▶ [Task objective]: State, as a bare number, how many lines below contain "signIn".
- - - - - - -
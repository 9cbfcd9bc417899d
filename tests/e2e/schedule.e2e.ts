import assert from "node:assert/strict";
import { describe, test } from "./harness";
import { DEMO_PROJECTS, demoOrganisationId, demoUser, projectIdByCode } from "./support/fixtures";
import { expectVisible, signIn } from "./support/pages";

/** Six invented feeders: four computable (one failing its drop), one with a bad power factor, one with no ampacity. */
const SCHEDULE = [
  "tag;from;to;material;insulation;size (mm²);number in parallel;length [m];load current (A);power factor;system;voltage (V);ampacity (A);ambient (°C)",
  "=X-201;MSB-2;Wash bay;copper;pvc;16;1;35;40;0,86;ac-3ph-4w;400;76;-5",
  "X-202;MSB-2;Compressor;copper;xlpe;35;1;60;95;0,82;ac-3ph-4w;400;158;30",
  "X-203;MSB-2;Gate;copper;pvc;2,5;1;300;14;0,95;ac-1ph-2w;230;24;30",
  "X-204;MSB-2;Dryer;copper;pvc;10;1;25;30;7;ac-3ph-4w;400;57;30",
  "",
  "X-205;MSB-2;Lights;copper;pvc;1,5;1;40;8;0,95;ac-1ph-2w;230;;30",
  "X-206;MSB-2;Chiller;aluminium;xlpe;95;2;80;260;0,85;ac-3ph-4w;400;215;35",
].join("\r\n");

describe("Cable schedule", () => {
  test("an engineer uploads a schedule with bad rows, sees the errors and the results, exports the CSV and re-imports it", async ({ page, screenshot }) => {
    const engineer = demoUser("engineer");
    const projectId = await projectIdByCode(await demoOrganisationId(), DEMO_PROJECTS[0].code);
    await signIn(page, engineer.email, engineer.password);

    // From the project page's panel to the schedule page.
    await page.goto(`/projects/${projectId}`);
    await page.locator("#schedule-panel-heading").waitFor();
    await page.getByRole("link", { name: /cable schedule/i }).click();
    await page.waitForURL(new RegExp(`/projects/${projectId}/schedule$`));
    await expectVisible(page.getByRole("heading", { name: "Cable schedule", level: 1 }), "the schedule page");
    await expectVisible(page.getByRole("note", { name: "Caution" }), "the caution");

    // The template downloads.
    const template = await page.request.get(`/projects/${projectId}/schedule/template`);
    assert.equal(template.status(), 200);
    assert.match(await template.text(), /^\uFEFFtag,from,to,material,insulation,size \(mm²\)/);

    // A file that is not a CSV is refused with a message on the field.
    await page.getByLabel("Schedule file (CSV)").setInputFiles({ name: "feeders.xlsx", mimeType: "application/octet-stream", buffer: Buffer.from([0x50, 0x4b, 0x03, 0x04, 0, 0]) });
    await page.getByRole("button", { name: "Upload and compute" }).click();
    await expectVisible(page.getByText(/This is a spreadsheet workbook/), "the refusal of a workbook");
    assert.equal(await page.getByLabel("Schedule file (CSV)").getAttribute("aria-invalid"), "true");

    // The schedule with bad rows: semicolons, decimal commas, a formula-looking tag.
    await page.getByLabel("Schedule file (CSV)").setInputFiles({ name: "msb-2-feeders.csv", mimeType: "text/csv", buffer: Buffer.from(`\uFEFF${SCHEDULE}`, "utf8") });
    await page.getByRole("button", { name: "Upload and compute" }).click();
    await expectVisible(page.getByRole("status").filter({ hasText: /Uploaded: 6 rows, 4 computed/ }), "the upload's counts", 30_000);
    await expectVisible(page.getByRole("heading", { name: "Row errors" }), "the row errors");
    const errors = page.getByRole("list", { name: "Errors by row" });
    await expectVisible(errors.getByText('Row 5, column "power factor": power factor must be from 0 to 1.'), "the power-factor error of row 5");
    await expectVisible(errors.getByText(/Row 7: no ampacity/), "the no-ampacity error of row 7");
    await expectVisible(page.getByText("msb-2-feeders.csv").first(), "the file name in the summary");
    await expectVisible(page.getByText(/Separator: semicolon/), "how the file was read");

    const table = page.getByRole("table", { name: "Computed rows of the cable schedule" });
    assert.equal(await table.locator("tbody tr").count(), 4);
    await expectVisible(table.getByText("=X-201"), "the formula-looking tag shown as text");
    const failing = await table.locator('tbody tr[data-result="fail"]').count();
    assert.ok(failing >= 1, "the long 2.5 mm² run fails its drop limit");
    await page.getByLabel("Result", { exact: true }).selectOption("fail");
    assert.equal(await table.locator("tbody tr").count(), failing);
    await expectVisible(table.getByText(/Voltage drop .* exceeds the .* limit/).first(), "the failing reason");
    await page.getByLabel("Result", { exact: true }).selectOption("");
    await page.getByLabel("Filter", { exact: true }).fill("compressor");
    assert.equal(await table.locator("tbody tr").count(), 1);
    await page.getByLabel("Filter", { exact: true }).fill("");
    const dropHeader = table.locator("th").filter({ hasText: "Drop (%)" });
    for (let i = 0; i < 2 && (await dropHeader.getAttribute("aria-sort")) !== "descending"; i++) await dropHeader.getByRole("button").click();
    assert.equal(await dropHeader.getAttribute("aria-sort"), "descending");
    assert.equal(await table.locator("tbody tr").first().getAttribute("data-result"), "fail", "sorted by drop, largest first");
    await screenshot("schedule-uploaded");

    // Export: formula-looking cells neutralised; then the export goes back in as a schedule.
    const href = await page.getByRole("link", { name: "Export results (CSV)" }).getAttribute("href");
    assert.ok(href);
    const exported = await page.request.get(href);
    assert.equal(exported.status(), 200);
    const csv = await exported.text();
    assert.match(csv, /\n"'=X-201",MSB-2,/, "the tag starting with = gets a quote");
    assert.match(csv, /,"'-5",/, "a negative ambient gets a quote too");
    assert.equal(csv.trim().split("\r\n").length, 5);

    await page.getByLabel("Schedule file (CSV)").setInputFiles({ name: "re-import.csv", mimeType: "text/csv", buffer: Buffer.from(csv, "utf8") });
    await page.getByRole("button", { name: "Upload and compute" }).click();
    await expectVisible(page.getByRole("status").filter({ hasText: /Uploaded: 4 rows, 4 computed \(\d+ failing\), no row errors/ }), "the re-import's counts", 30_000);
    await expectVisible(page.getByText(/Columns not used \(ignored\)/), "the result columns ignored on re-import");
    await expectVisible(table.getByText("=X-201"), "the tag read back without the quote");
    assert.equal(await page.getByRole("heading", { name: "Row errors" }).count(), 0);
    assert.equal(await table.locator('tbody tr[data-result="fail"]').count(), failing, "the same rows fail");

    // Both uploads are listed with their hash; the first comes back byte for byte.
    const uploads = page.getByRole("table", { name: "Uploaded cable schedules" });
    assert.equal(await uploads.locator("tbody tr").count() >= 2, true);
    const original = await uploads.locator("tbody tr").filter({ hasText: "msb-2-feeders.csv" }).getByRole("link", { name: "File as uploaded" }).getAttribute("href");
    const back = await page.request.get(original!);
    const body = await back.body();
    assert.equal(body.toString("utf8"), `\uFEFF${SCHEDULE}`);
    await screenshot("schedule-reimported");

    // The project page shows the current schedule's counts.
    await page.goto(`/projects/${projectId}`);
    await expectVisible(page.getByText(/re-import\.csv: 4 rows/), "the project page's schedule panel");
  }, { timeoutMs: 120_000 });

  test("a viewer sees the cable schedule but no upload form", async ({ page }) => {
    const viewer = demoUser("viewer");
    const projectId = await projectIdByCode(await demoOrganisationId(), DEMO_PROJECTS[0].code);
    await signIn(page, viewer.email, viewer.password);
    await page.goto(`/projects/${projectId}/schedule`);
    await expectVisible(page.getByRole("heading", { name: "Cable schedule", level: 1 }), "the schedule page");
    assert.equal(await page.getByLabel("Schedule file (CSV)").count(), 0);
  });
});
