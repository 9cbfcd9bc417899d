import { z } from "zod";
import { getProject, setProjectArchived } from "@/db/queries/projects";
import { guardedRoute, readJson } from "@/lib/auth/guard";
import { parseProjectId, projectJson } from "../../json";

export const dynamic = "force-dynamic";

const body = z.object({ archived: z.boolean({ error: () => "Archived must be true or false" }).default(true) });

/** POST { archived: true } archives, { archived: false } restores. */
export const POST = guardedRoute<{ id: string }>({ permission: "project.archive" }, async ({ req, actor, params }) => {
  const id = parseProjectId(params.id);
  const { archived } = await readJson(req, body);
  await setProjectArchived(actor, id, archived);
  return { project: projectJson(await getProject(actor.organisationId, id)) };
});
- - - - - - -
▶ [Solution to this problem]: 3